4.2. Response of Vegetation to the Enlarged Water Area

Mainly due to the long period of river cut-off (nearly 30 years), the sharp decrease in the vegetation quantity and the expansion of the sand area under conditions of sandstorm climate, the vegetation coverage of Taitema Lake seldom changed during the early period (2000–2003). After the EWCP had been implemented 20 years, it was found that, with the increase in water inflow, the vegetation area was expanding, with an average annual increase of 13.9 km²/a.

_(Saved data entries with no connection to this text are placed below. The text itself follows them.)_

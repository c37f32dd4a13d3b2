"""Parameter sweeps: re-solve a study exactly over a grid of problem values.

A sweep varies one or more numbers of the problem file (``requirements.top_speed_kmh``,
``vehicle.mass_kg``, ``environment.altitude_m``...) over a grid (the product of one linspace per
parameter, the first parameter varying slowest), solves every grid point exactly with the
engine, verifies the optimum with the physics, and returns one row per point (infeasible points
are rows with status "infeasible", never dropped).

Points run in parallel: local processes (`concurrent.futures.ProcessPoolExecutor`) by default,
or a Dask cluster given its scheduler address. The worker, `sweep_point`, is a picklable
top-level function returning a plain dict, so the rows are identical and in the same grid order
however they ran. The catalogues are read once (in the caller) and shipped to the workers.

The grid side (sweepable keys, parsing and checking ``vary``, a point's overrides) lives in
`selector.studies.sweep_params` and is re-exported here.
"""

from __future__ import annotations

import csv
import io
import os
import sys
import threading
import time

import numpy as np

from selector.errors import InputError
from selector.inputs import Catalogs, Problem
from selector.studies.sweep_params import (  # noqa: F401 - the grid side, re-exported as this module's API
    ISA_KEYS,
    LARGE_POINTS,
    MAX_POINTS,
    SWEEPABLE,
    apply_overrides,
    check_key,
    check_size,
    file_isa_context,
    grid,
    parse_varies,
    parse_vary,
    validate,
)
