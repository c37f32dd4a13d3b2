"""Write the frozen single-axle JSON outputs of the contract test (tests/test_contract.py).

The outputs in ``expected/`` were written by this script from the code *before* the design records
gained the named-slot keys (``units``, ``gear_ratios``, ``shifts``, ``energy``, ``axle``), on a copy
of that day's demo catalogues and problems (``catalogs/``, ``problems/`` here), so that later
changes to the demo data in the top-level ``catalogs/`` cannot move them. Rerun it only when the
JSON contract changes on purpose (and say so in the commit message):

    python tests/data/contract/make_expected.py
"""

from __future__ import annotations

import contextlib
import io
import json
import sys
from pathlib import Path

HERE = Path(__file__).resolve().parent

# (problem, command arguments after the problem path): the commands whose JSON is frozen
CASES = {
    "solve": ["solve"],
    "shortlist": ["shortlist", "--count", "3"],
    "shortlist_motor": ["shortlist", "--count", "3", "--distinct", "motor"],
    "frontier": ["frontier"],
}
PROBLEMS = ("parcel_van", "campus_shuttle", "farm_utility", "roadster")


def run_json(argv: list[str]) -> dict:
    """The JSON a CLI command prints."""
    from selector.cli.main import run

    buf = io.StringIO()
    with contextlib.redirect_stdout(buf):
        code = run(argv)
    if code != 0:
        raise SystemExit(f"{argv}: exit code {code}")
    return json.loads(buf.getvalue())


def main() -> None:
    out = HERE / "expected"
    out.mkdir(exist_ok=True)
    for prob in PROBLEMS:
        path = str(HERE / "problems" / f"{prob}.toml")
        for name, cmd in CASES.items():
            if name == "frontier" and "accel_to_kmh" not in (HERE / "problems" / f"{prob}.toml").read_text():
                continue
            res = run_json([cmd[0], path, *cmd[1:], "--format", "json"])
            (out / f"{prob}.{name}.json").write_text(json.dumps(res, indent=2) + "\n")
            if name == "solve" and res["designs"]:
                d = res["designs"][0]
                sim = run_json(["simulate", path, "--motor", d["motor"], "--reducer", d["reducer"], "--tyre",
                                d["tyre"], "--format", "json"])
                (out / f"{prob}.simulate.json").write_text(json.dumps(sim, indent=2) + "\n")
            print(prob, name, file=sys.stderr)


if __name__ == "__main__":
    main()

Taitema Lake has been dried up for a long time. Before 2000, there were very few species, and obvious changes were observed in the surface vegetation after ecological water transfer [25]. Within the early stage of the EWCP (before 2006), annual and perennial herbs germinated gradually, and the plant diversity increased significantly, mainly because of the germination of the soil seeds of the local bank [30]. Many studies show that, after vegetation is disturbed, the species diversity increases first, and, as the disturbance continues, the plant diversity decreases [12,24,26,27,28,29,30,31,32,33,34]. The results of this paper showed the same conclusion: under the artificial water delivery disturbance, the species composition and species diversity decreased significantly in the later stage of 2005–2020. Through the Mann-Kendall trend test, the species richness and Pielou evenness index showed a very significant downward trend, so species composition tended to simplify gradually in the later stage.

5. Conclusions

The intra-annual variations in the lake areas were considerable before and after the ecological water conveyance. With the initiation of the EWCP in 2000, the area of Taitema Lake has been increasing annually.

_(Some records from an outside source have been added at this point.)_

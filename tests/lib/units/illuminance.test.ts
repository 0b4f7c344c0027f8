import { describe, expect, it } from 'vitest';
import { LUX_PER_FOOTCANDLE, footcandlesToLux, formatIlluminance, luxToFootcandles } from '@/lib/units';

describe('lux and foot-candles', () => {
  // NIST SP 811 App. B: 1 fc = 1.076 391 E+01 lx; exactly 1/0.3048² = 10.763 910 416 709 72.
  it('one foot-candle is 10.763 910 416 709 72 lx', () => {
    expect(LUX_PER_FOOTCANDLE).toBeCloseTo(10.76391041670972, 12);
    expect(footcandlesToLux(10)).toBeCloseTo(107.639104167097, 9);
  });

  // REFERENCE-CHECKS §1 [DER]: 500 lx = 46.451 52 fc; 1 lx = 0.092 903 04 fc (exact).
  it('500 lx is 46.451 52 fc', () => {
    expect(luxToFootcandles(500)).toBeCloseTo(46.45152, 9);
    expect(luxToFootcandles(1)).toBeCloseTo(0.09290304, 14);
  });

  it('formats for display in either system and never shows NaN', () => {
    expect(formatIlluminance(538.2, 'metric')).toBe('538 lx');
    expect(formatIlluminance(footcandlesToLux(50), 'imperial')).toBe('50.0 fc');
    expect(formatIlluminance(Number.NaN, 'metric')).toBe('—');
  });
});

The correlation between the area of Taitema Lake and the discharge of Daxihaizi and the runoff of Che’erchen River is significant, which showed that the larger the amount of the two rivers, the larger the lake surface of Taitema Lake would be.

With the initiation of the ecological water conveyance project in 2000, the growth of the surrounding vegetation has improved: with the increase in water entering the lake and the rise in groundwater level, the water area and vegetation coverage area were expanding, with an average annual increase of 13.9 km²/a.

The species richness and Pielou evenness index in the study area were 9.0 and 0.80 in 2005 but only 2.00 and 0.08 in 2000. The species richness and Pielou evenness index showed a very significant downward trend in the period of 2005 to 2020. Their statistical Z values were −3.05 and −4.10, respectively; the species composition tended to simplify gradually in the late stage.